An Investigation Of The Energy Storage Properties Of A 2d Alpha-Moo3-Swcnts Composite Films

We recently reported on the synthesis of 2D alpha-MoO3 using a scalable liquid-phase exfoliation method, its characterization and preliminary studies of its potential for energy storage applications [1]. The material was examined in a LiClO4/propylene carbonate electrolyte, and in a 1.5-3.5Vversus Li+/Li electrochemical window [1]. The charge storage of 2D alpha-MoO3 electrodes was negligible and this was attributed to electrical limitations imposed by the semiconducting nature of 2D alpha-MoO3. Electrical conductivity studies of 2D alpha-MoO3/SWCNT electrodes, where a fraction of SWCNTs was progressively added, led to finding the SWCNT fraction for which an electrical percolation threshold was reached, i.e.a sharp increase of electrical conductivity. This SWCNT fraction also led to a sharp increase in capacitance confirming the electrical limitation of charge storage.

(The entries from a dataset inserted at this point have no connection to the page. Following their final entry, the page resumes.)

// The first finger's contact Jacobian (3 x 3 here) and a 3 x 5 one with two more columns from the second finger.
const jacobian3 = threeResult.fingers[0]!.full.jacobian;
const rows3 = matrixToRows(jacobian3);
const extra = threeResult.fingers[1]!.full.jacobian;
const jacobian5 = matrixFromRows(rows3.map((row, i) => [...row, extra.data[i * extra.cols]!, extra.data[i * extra.cols + 1]!]));
const workspace = createLinalgWorkspace(6, 40);
const rates5 = new Float64Array(5);
const singular5 = new Float64Array(3);
const velocity = threeResult.fingers[0]!.contact.objectVelocity;
const [solveThree, solveThreeMoving, solveFive, run, sweep, linalg, mathjsThree] = (await measureInRounds([
  { label: 'full solve, three fingers (tri-radial)', batch: quick ? 2_000 : 20_000, call: () => solveScene(threeScene, threeResult) },
  { label: 'full solve, three fingers, joints moving', batch: quick ? 2_000 : 20_000, call: solveWithMovingJoints },
  { label: 'full solve, five fingers (penta-fan)', batch: quick ? 2_000 : 20_000, call: () => solveScene(fiveScene, fiveResult) },
  { label: '10,000-tick run, three fingers', batch: quick ? 1 : 3, call: () => runSheet(three, { settings: runSettings }) },
  { label: '200-value sweep, three fingers', batch: quick ? 1 : 3, call: () => sweepSheet(three, sweepSettings) },
  {
    label: 'DLS + Jacobi singular values, 3 x 5',
    batch: quick ? 20_000 : 200_000,
    call: () => {
      dampedLeastSquares(jacobian5, velocity, three.solver.damping, rates5, workspace);
      singularValues(jacobian5, singular5, workspace);
    },
  },
  {
    label: 'mathjs contact solve, three fingers',
    batch: quick ? 20 : 200,
    call: () => {
      for (let i = 0; i < three.hand.fingers.length; i++) solveFingerWithMathjs(three, i);
    },
  },
])) as [Measurement, Measurement, Measurement, Measurement, Measurement, Measurement, Measurement];

const speedup = mathjsThree.median / solveThree.median;
const lines = [
  `Kinematics benchmarks (median of ${REPETITIONS} interleaved rounds; Node ${process.version}; ${cpus()[0]?.model ?? 'unknown CPU'}, ` +
    `${availableParallelism()} cores, load average ${loadavg()[0]!.toFixed(1)})`,
  ...(loadavg()[0]! > availableParallelism() / 2 ? ['Other work is running on this machine; the figures are inflated by it.'] : []),
  line(solveThree, against(solveThree, 2e-3)),
  line(solveThreeMoving),
  line(solveFive),
  line(run, against(run, 30)),
  line(sweep),
  line(linalg, against(linalg, 1e-3)),
  line(mathjsThree, `ours is ${speedup.toFixed(0)} x faster (target >= 100 x: ${speedup >= 100 ? 'met' : 'missed'})`),
  `Largest joint-rate difference between the two routes: ${largestDifference.toExponential(2)} rad/s`,
  'The full solve also computes steer-and-roll rates, warnings and the grasp map, which the mathjs route leaves out.',
];
console.log(lines.join('\n'));

// Grasp quality is computed once per evaluation (not per tick), so it is timed on its own: the
// Ferrari-Canny qualities (Q_L1 and Q_Linf) of the three contacts with 8 cone edges each, as each evaluation computes them,
// for point contacts with friction and for soft fingers (3 mm torsional friction), whose Q_Linf takes far more face combinations.
// The first takes the force-cone route of three point contacts: on a heavily loaded 2-core machine about 0.6 to 0.7 ms of CPU
// time median per call, against 1.2 ms for the face search timed beside it; the second (soft fingers) keeps the face search, about 15 to 17 ms.
// Each batch starts on a collected heap, as an evaluation in the app follows other work: the route keeps no class instance or
// closure of one call alive into the next, since V8 drops optimised code tied to them at a collection and the first calls after
// it would run unoptimised (2.5 to 2.7 ms CPU median per call here before, 1.3 to 1.7 ms after, at load average 24).
const graspQualityInput = {
  origin: threeResult.object.position,
  points: threeResult.fingers.flatMap((f) => Array.from(f.contact.objectPoint)),
  normals: threeResult.fingers.flatMap((f) => Array.from(f.contact.normal)),
  friction: three.hand.fingers.map(() => DEFAULT_FRICTION),
  contactCount: three.hand.fingers.length,
  coneEdges: 8,
  torsionalFriction: 0,
};
const softGraspQualityInput = { ...graspQualityInput, torsionalFriction: 0.003 };
const [graspQuality, softGraspQuality] = (await measureInRounds([
  { label: 'grasp quality, three fingers, 8 edges', batch: quick ? 10 : 100, call: () => computeGraspQuality(graspQualityInput) },
  { label: 'grasp quality, three soft fingers, 8 edges', batch: quick ? 1 : 5, call: () => computeGraspQuality(softGraspQualityInput) },
])) as [Measurement, Measurement];
console.log(line(graspQuality, against(graspQuality, 1)));
console.log(line(softGraspQuality));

In this work, we examined in detail the energy storage properties of 2D alpha-MoO3/SWCNT( 85 wt%/15 wt%) electrodes. A detailed study of ion-intercalation events, as examined by cyclic voltammetry, is presented. We investigated the contributions to the overall energy storage of capacitive and diffusion-controlled processes and how the performance compares against other nanostructured materials including mesoporous alpha-MoO3 and alpha-MoO3 nanobelts. Our main findings showed that 2D alpha-MoO3/SWCNT( 85 wt%/15 wt%) electrodes offer scope for supercapacitors and battery applications in terms of total charge storage (200 F g(-1) and 195.2 mAh g(-1)), which is in the range or superior to that of other nanostructured metal oxides and commercial LiCoO2 cathodes. However, a main drawback is cycling stability.